### WHAT TO PRODUCE
In the listing below, find each line with the string "within" and report it.

### THE DATA
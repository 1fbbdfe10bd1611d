#include "solver/newton_solver.hpp"

#include <klu.h>
#include <sundials/sundials_dense.h>
#include <sundials/sundials_linearsolver.h>
#include <sundials/sundials_matrix.h>
#include <nvector/nvector_serial.h>

#include <algorithm>
#include <cfloat>
#include <cstdint>
#include <cmath>
#include <limits>
#include <optional>
#include <stdexcept>

#include <fmt/format.h>

#include "solver/scratch.hpp"

namespace thermorph {

namespace {

struct SymbolicFree {
  void operator()(klu_symbolic* s) const {
    klu_common common;
    klu_defaults(&common);
    klu_free_symbolic(&s, &common);
  }
};
using SharedSymbolic = std::shared_ptr<klu_symbolic>;

//! The last few symbolic analyses of this thread, with the patterns they were made for. klu_analyze depends only
//! on the pattern (and the ordering options, the same for every solver here), and klu_factor, klu_refactor and
//! klu_solve read the analysis without modifying it ("inputs, not modified", klu.h), so a solver with the same block
//! pattern as an earlier one of the same thread (the runs of a sweep: the transient's and the steady start's
//! systems) can share it: the same pivot order, the same factors, bit for bit. Kept only for blocks of up to
//! kSharedAnalysisLimit components, whose pattern copies cost nothing next to a run (the memory at 10^5 nodes is not
//! touched); the oldest of kSharedAnalyses goes first.
constexpr Index kSharedAnalysisLimit = 5000;
//! Systems up to this size keep A_ef by rows (NewtonSolver::rowStart_).
constexpr Index kRowSubstitutionLimit = 5000;
//! Systems up to this size solve with KLU's factors by rows (NewtonSolver::Klu::byRows).
constexpr Index kRowSolveLimit = 5000;
constexpr std::size_t kSharedAnalyses = 4;
struct SharedAnalysis {
  std::vector<int> start, row;
  SharedSymbolic symbolic;
};
thread_local std::vector<SharedAnalysis> sharedAnalyses;
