# The module shows the one caution text (models/caution.hpp), as every results file stores it.
hpp = (src / "models" / "caution.hpp").read_text()
check(thermorph.CAUTION == "".join(hpp[hpp.index("caution =") :].split(";\n")[0].split('"')[1::2]),
      f"thermorph.CAUTION is models/caution.hpp's text: {thermorph.CAUTION!r}")

# ---- 1. the module against the CLI ------------------------------------------------------------------------
rng = np.random.default_rng(11)
t = np.arange(0.0, 601.0, 10.0)
obs = newton(t, 0.01) + rng.normal(0.0, 0.05, t.size)
obs[17] = np.nan  # a missing value
minutes = t / 60.0
with open(work / "obs.csv", "w") as f:
    f.write("# invented test data (illustrative): exact Newton cooling plus Gaussian noise, sd 0.05 K, seed 11\n")
    f.write("time [min], body.core_temperature [degC], body.core_temperature.sd [K]\n")
    for i in range(t.size):
        f.write(f"{minutes[i]!r}, {'NA' if np.isnan(obs[i]) else repr(obs[i])}, {'0.05' if i == 0 else ''}\n")
free = ["environment.convection=0.002 W/(m2 K):0.05 W/(m2 K):log", "environment.temperature=0 degC:20 degC",
        "run.initial_temperature=35 degC:39.9 degC"]  # the truth, 40 degC, lies beyond: the value ends at its bound
start = ["environment.convection=0.006 W/(m2 K)", "environment.temperature=12 degC", "run.initial_temperature=38 degC"]
# Options other than their defaults, each given to both (a wrong mapping moves the values beyond 1e-9).
options = {"prior": "environment.temperature=10 degC:1 K", "multi_start": 2, "converged_se": 0.005, "grid_check": 3,
           "rtol": 1e-8, "step": 2e-4, "max_iterations": 40}
args = [exe, "fit", "lump.toml", "--data", "obs.csv", "-q", "-o", "cli.h5", "--prior", options["prior"],
        "--multi-start", "2", "--converged-se", "0.005", "--grid-check", "3", "--rtol", "1e-8", "--step", "2e-4",
        "--max-iterations", "40"]
for f_ in free:
    args += ["--free", f_]
for s_ in start:
    args += ["--start", s_]
cli = subprocess.run(args, cwd=work, capture_output=True, text=True)
check(cli.returncode == 0, f"CLI fit exit {cli.returncode}: {cli.stderr[-400:]}")

fits = {
    "CSV path": thermorph.fit(str(work / "lump.toml"), str(work / "obs.csv"), free=free, start=start, **options,
                              output=str(work / "py.h5")),
    "DataFrame": thermorph.fit(str(work / "lump.toml"),
                               pd.DataFrame({"time [min]": minutes, "body.core_temperature [degC]": obs,
                                             "body.core_temperature.sd [K]": [0.05] + [None] * (t.size - 1)}),
                               free=free, start=start, **options),
    "dict": thermorph.fit(CASE, {"time [min]": minutes, "body.core_temperature [degC]": obs,
                                 "body.core_temperature.sd [K]": np.full(t.size, 0.05)}, free=free, start=start, **options,
                          base=str(work)),
    "nullable Float64 with NA": thermorph.fit(
        str(work / "lump.toml"), pd.DataFrame({"time [min]": minutes,
                                               "body.core_temperature [degC]": pd.array(
                                                   [None if np.isnan(v) else v for v in obs], dtype="Float64"),
                                               "body.core_temperature.sd [K]": 0.05}),
        free=free, start=start, **options),
    "TimedeltaIndex": thermorph.fit(str(work / "lump.toml"),
                                    pd.DataFrame({"body.core_temperature [degC]": obs,
                                                  "body.core_temperature.sd [K]": 0.05},
                                                 index=pd.to_timedelta(t, unit="s")), free=free, start=start, **options),
}
with h5py.File(work / "cli.h5", "r") as f:
    g = f["fit"]
    names = [n.decode() if isinstance(n, bytes) else n for n in g["parameters/name"][()]]
    ref = {k: g["parameters/" + k][()] for k in ("value", "standard_error", "lower_95", "upper_95")}
    corr, s2, aic, bic = g["correlation"][()], g.attrs["residual_variance"], g.attrs["aic"], g.attrs["bic"]
    warn = g.attrs["warnings"]
    warn = (warn.decode() if isinstance(warn, bytes) else str(warn)).split("\n")
    sg = g["series/body.core_temperature"]
    predicted, rmse = sg["predicted"][()], sg.attrs["rmse"]
    core = f["body/core_temperature"][()]
print("CLI:", dict(zip(names, ref["value"])), "SE", ref["standard_error"])
cli_lines = {ln.split()[0]: ln for ln in cli.stdout.splitlines() if ln.split() and ln.split()[0] in names}
for label, r in fits.items():
    check(r["parameters"] == names, f"{label}: parameter names {r['parameters']}")
    for key, py_key in (("value", "values"), ("standard_error", "standard_errors"), ("lower_95", "lower_95"),
                        ("upper_95", "upper_95")):
        got = [r[py_key][n] for n in names]
        check(close(got, ref[key]), f"{label}: {key} {got} vs CLI {list(ref[key])}")
    check(close(r["correlation"], corr), f"{label}: correlation matrix")
    check(close([r["s2"], r["aic"], r["bic"]], [s2, aic, bic]), f"{label}: s2, AIC, BIC {r['s2']} {r['aic']} {r['bic']}")
    s = r["series"]["body.core_temperature"]
    check(close(s["predicted"], predicted) and close(r["rmse"]["body.core_temperature"], rmse),
          f"{label}: predictions and RMSE")
    check(s["observed"].size == t.size - 1, f"{label}: the NaN cell is missing ({s['observed'].size} observations)")
    check(r["warnings"] == warn, f"{label}: warnings {r['warnings']} vs CLI {warn}")
    check(any("ended at a bound" in w and "run.initial_temperature" in w for w in r["warnings"]),
          f"{label}: the value at its bound is warned")
    check(close(r["run"]["core_temperature"], core, 1e-12), f"{label}: the fitted run equals the CLI's results")
    # The report's parameter lines (value to 8 digits, SE to 4, interval to 8) as the CLI prints them.
    py_lines = {ln.split()[0]: ln for ln in r["report"].splitlines() if ln.split() and ln.split()[0] in names}
    check(py_lines == cli_lines, f"{label}: report lines\n{py_lines}\nvs CLI\n{cli_lines}")
    check(r["report"].rstrip().endswith(thermorph.CAUTION), f"{label}: the report ends with the caution")
    check(r["caution"] == thermorph.CAUTION, f"{label}: caution")
    check(r["grid_check"]["refinement"] == 3 and r["grid_check"]["ok"], f"{label}: grid check 3x {r['grid_check']}")
# The log-scale interval is symmetric in ln(value): value x/ exp(t SE / value).
r = fits["CSV path"]
h, se, tq = r["values"][names[0]], r["standard_errors"][names[0]], r["t_quantile"]
check(close([r["lower_95"][names[0]], r["upper_95"][names[0]]], [h * math.exp(-tq * se / h), h * math.exp(tq * se / h)],
            1e-12), "log-scale interval value x/ exp(t SE / value)")
with h5py.File(work / "py.h5", "r") as f:
    check(close(f["fit/parameters/value"][()], ref["value"]), "output=: the module's results file holds /fit")
    check(f["fit"].attrs["data_files"] in (str(work / "obs.csv"), (str(work / "obs.csv")).encode()),
          f"output=: data_files {f['fit'].attrs['data_files']}")
check(Path(r["fitted_case"]).name == "py_fitted.toml" and Path(r["fitted_case"]).exists(), "output=: the fitted case")
check(Path(r["run"]["output"]).name == "py.h5", f"the fitted run's output {r['run']['output']}")
check(thermorph.CAUTION in Path(r["fitted_case"]).read_text(), "the fitted case keeps the caution")

# ---- 2. independent check: Newton cooling, the linearised SE computed here --------------------------------
# The noise has SD 0.05 K but the data state 0.2 K (sd column): s^2 is then about 1/16, and an SE without the factor
# s^2 (or with the stated SD alone) would be 4 times the linearised one.
h_true, noise, sd = 0.01, 0.05, 0.2
rng = np.random.default_rng(2026)
t = np.arange(0.0, 601.0, 10.0)
obs = newton(t, h_true) + rng.normal(0.0, noise, t.size)
start_utc = pd.Timestamp("2026-06-01T06:00:00Z")
index = (start_utc + pd.to_timedelta(t, unit="s")).tz_convert("Europe/Berlin")  # date-times in local time
frame = pd.DataFrame({"body.core_temperature [degC]": obs, "body.core_temperature.sd [K]": sd}, index=index)
r = thermorph.fit(CASE, frame, free="environment.convection=0.001 W/(m2 K):0.1 W/(m2 K)",
                  start="environment.convection=0.0065 W/(m2 K)", data_start=start_utc.tz_convert("America/Denver"))
key = "environment.convection"
h_fit, se_fit = r["values"][key], r["standard_errors"][key]
lo, hi = r["lower_95"][key], r["upper_95"][key]
check(close(r["series"]["body.core_temperature"]["time"], t, 1e-12), "date-times and data_start give the times")
# Independent estimate: least squares on the analytic curve (scipy), then the linearised SE at it (numpy).
fit_ref = least_squares(lambda p: (newton(t, p[0]) - obs) / sd, [0.0065], xtol=1e-15, ftol=1e-15, gtol=1e-15)
h_ref = fit_ref.x[0]
dh = 1e-6 * h_ref
J = ((newton(t, h_ref + dh) - newton(t, h_ref - dh)) / (2 * dh) / sd)[:, None]
res = (newton(t, h_ref) - obs) / sd
s2 = res @ res / (t.size - 1)
se_ref = math.sqrt(s2 * np.linalg.inv(J.T @ J)[0, 0])
print(f"Newton cooling: h fitted {h_fit:.8g} +- {se_fit:.4g} W/(m2 K) (95 % {lo:.6g} .. {hi:.6g}); "
      f"analytic least squares {h_ref:.8g} +- {se_ref:.4g}; true {h_true}")
check(lo <= h_true <= hi, f"the true h {h_true} lies in the 95 % interval {lo} .. {hi}")
check(abs(h_fit - h_ref) < 0.01 * se_ref, f"h {h_fit} equals the analytic least-squares h {h_ref} within 0.01 SE")
check(abs(se_fit / se_ref - 1) < 0.05, f"SE {se_fit} vs linearised SE {se_ref}: ratio {se_fit / se_ref:.6f}")
check(abs(r["s2"] / s2 - 1) < 1e-3 and 0.03 < s2 < 0.1, f"s^2 {r['s2']} vs {s2} (about (0.05 / 0.2)^2)")
check(r["warnings"] == [], f"no warnings: {r['warnings']}")
# Bounds tighter than the interval (the optimum inside them): the CLI's warning that the interval reaches beyond.
r = thermorph.fit(CASE, frame, free="environment.convection=0.00999 W/(m2 K):0.0101 W/(m2 K)",
                  start="environment.convection=0.01 W/(m2 K)", data_start=start_utc)
check(close(r["values"][key], h_fit, 1e-6) and any("reaches beyond the bounds" in w for w in r["warnings"]),
      f"interval beyond the bounds warned: {r['warnings']}")
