def check_exact_steps(tmp: Path):
    """The report's heat lost to the water and to the substrate, with every change between outputs, against the
    closed-form integrals above: exact from /steps to the solver's tolerance and the lumped model's Biot error; the
    same file without /steps (as written before 2026-12-05) gives the interpolated heat of the old report, which
    misses them (and says so). Also: /steps holds the event times and the cumulative convection there."""
    case = tmp / "newton.toml"
    case.write_text(NEWTON_CASE)
    h5 = tmp / "newton.h5"
    proc = subprocess.run([THERMORPH, "run", str(case), "-o", str(h5), "--quiet"], capture_output=True, text=True)
    check(proc.returncode == 0 and h5.is_file(), f"thermorph run newton failed: {proc.stderr[-1500:]}")
    if not h5.is_file():
        return
    old = tmp / "newton_old.h5"
    without_steps(h5, old)
    with h5py.File(h5, "r") as src:
        steps = src["steps/step_time"][()]
        body_conv = src["steps/body/cumulative_heat/convection"][()]
        seg_conv = src["steps/segments/ball/cumulative_heat/convection"][()]
        other = max(abs(src[f"body/cumulative_heat/{c}"][-1]) for c in src["body/cumulative_heat"]
                    if c not in ("convection", "substrate", "time"))
    check(np.array_equal(steps, [100.0, 500.0, 700.0, 1000.0]), f"/steps/step_time holds the event times: {steps}")
    check(np.array_equal(body_conv, seg_conv), "one segment: the body's step energies are the segment's")
    for k, t in enumerate(steps):
        exact = -(newton_heat(0.0, t)["water"] + newton_heat(0.0, t)["air"])
        close(float(body_conv[k]), exact, f"/steps convection gained by {t:g} s against the closed form", rtol=2e-4)
    check(other < 1e-6, f"no channel but convection and substrate acts ({other:.2g} J): the closed form is the model")
    print("  heat at changes between outputs (4-min outputs), relative error against the closed form:")
    for window, (t0, t1) in ((None, (0.0, 1200.0)), ("240,960", (240.0, 960.0))):
        exact = newton_heat(t0, t1)
        found = {}
        for label, path in (("new", h5), ("old", old)):
            out = tmp / f"newton_{label}_{t0:g}.csv"
            text = run_report(path, "--csv", out, *(["--window", window] if window else [])).stdout
            check(f"Caution: {CAUTION}" in text, "the report keeps the caution line")
            check(("NOTE: " in text.split("Water and substrate")[-1]) == (label == "old"),
                  f"{label} file, window {t0:g}..{t1:g} s: a note on interpolated heat exactly without /steps")
            with open(out.with_name(f"{out.stem}.exposure.csv"), newline="", encoding="utf-8") as fh:
                found[label] = next(csv.DictReader(fh))
        for what, key, method in (("water", "heat lost to water [J]", "water heat method"),
                                  ("substrate", "heat lost to substrate [J]", "substrate heat method")):
            new, old_value = number(found["new"][key]), number(found["old"][key])
            err_new, err_old = abs(new / exact[what] - 1), abs(old_value / exact[what] - 1)
            print(f"    window {t0:g}..{t1:g} s, heat lost to the {what}: closed form {exact[what]:.6g} J, "
                  f"/steps {new:.6g} J ({err_new:.1e}), interpolated {old_value:.6g} J ({err_old:.1e})")
            close(new, exact[what], f"heat lost to the {what} from /steps, window {t0:g}..{t1:g} s", rtol=2e-4)
            check(found["new"][method] == "cumulative, exact at steps", f"method {found['new'][method]!r}")
            check(err_old > 10 * 2e-4, f"the interpolation across the steps misses the {what}'s heat by over ten "
                                        f"times the bound the exact heat meets ({err_old:.2g}): the check is not idle")
        close(number(found["new"]["time in water [s]"]), max(0.0, min(500.0, t1) - max(100.0, t0)), "time in water")


# ---- 8. window ends between an output and a step, or between two steps, against the same closed form -------------
# The 4-min file of section 7: steps at 100, 500, 700 and 1000 s, outputs every 240 s. The report's cumulative energy
# E at a window end t between the knots a < t < b around it (outputs and steps) is interpolated on that piece only:
# between two outputs by the cubic through E and the flow at both, between an output and a step by the quadratic
# through both energies and the output's flow, between two steps by a straight line. Their errors are the
# remainders of polynomial interpolation (common practice, from memory): max|E''''| (t-a)^2 (b-t)^2 / 24,
# max|E'''| (t-o)^2 |t-s| / 6 (o the output, s the step) and max|E''| (t-a)(b-t) / 2, the derivatives of the closed
# form E (finite differences of newton_heat inside the piece). Each end gets a window from 0 s (an output), checked
# against the closed form to the lumped model's 2e-4 plus that bound, and against the solver's own energy at t (the
# same run with 10-s outputs) to within the bound; the bound is met by the interpolant named and by no cruder one
# (at least a tenth of it is used: the check is not idle).
NEWTON_ENDS = ((50.0, "quadratic", 0.0, 100.0), (170.0, "quadratic", 240.0, 100.0), (300.0, "hermite", 240.0, 480.0),
               (600.0, "linear", 500.0, 700.0), (850.0, "hermite", 720.0, 960.0),
               (1100.0, "quadratic", 1200.0, 1000.0))   # (t, interpolant, the output's side or a, the step's or b)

### SOLUTION BELOW
check(abs(h_fit - h_ref) < 0.01 * se_ref, f"h {h_fit} equals the analytic least-squares h {h_ref} within 0.01 SE")
# same run with 10-s outputs) to within the bound; the bound is met by the interpolant named and by no cruder one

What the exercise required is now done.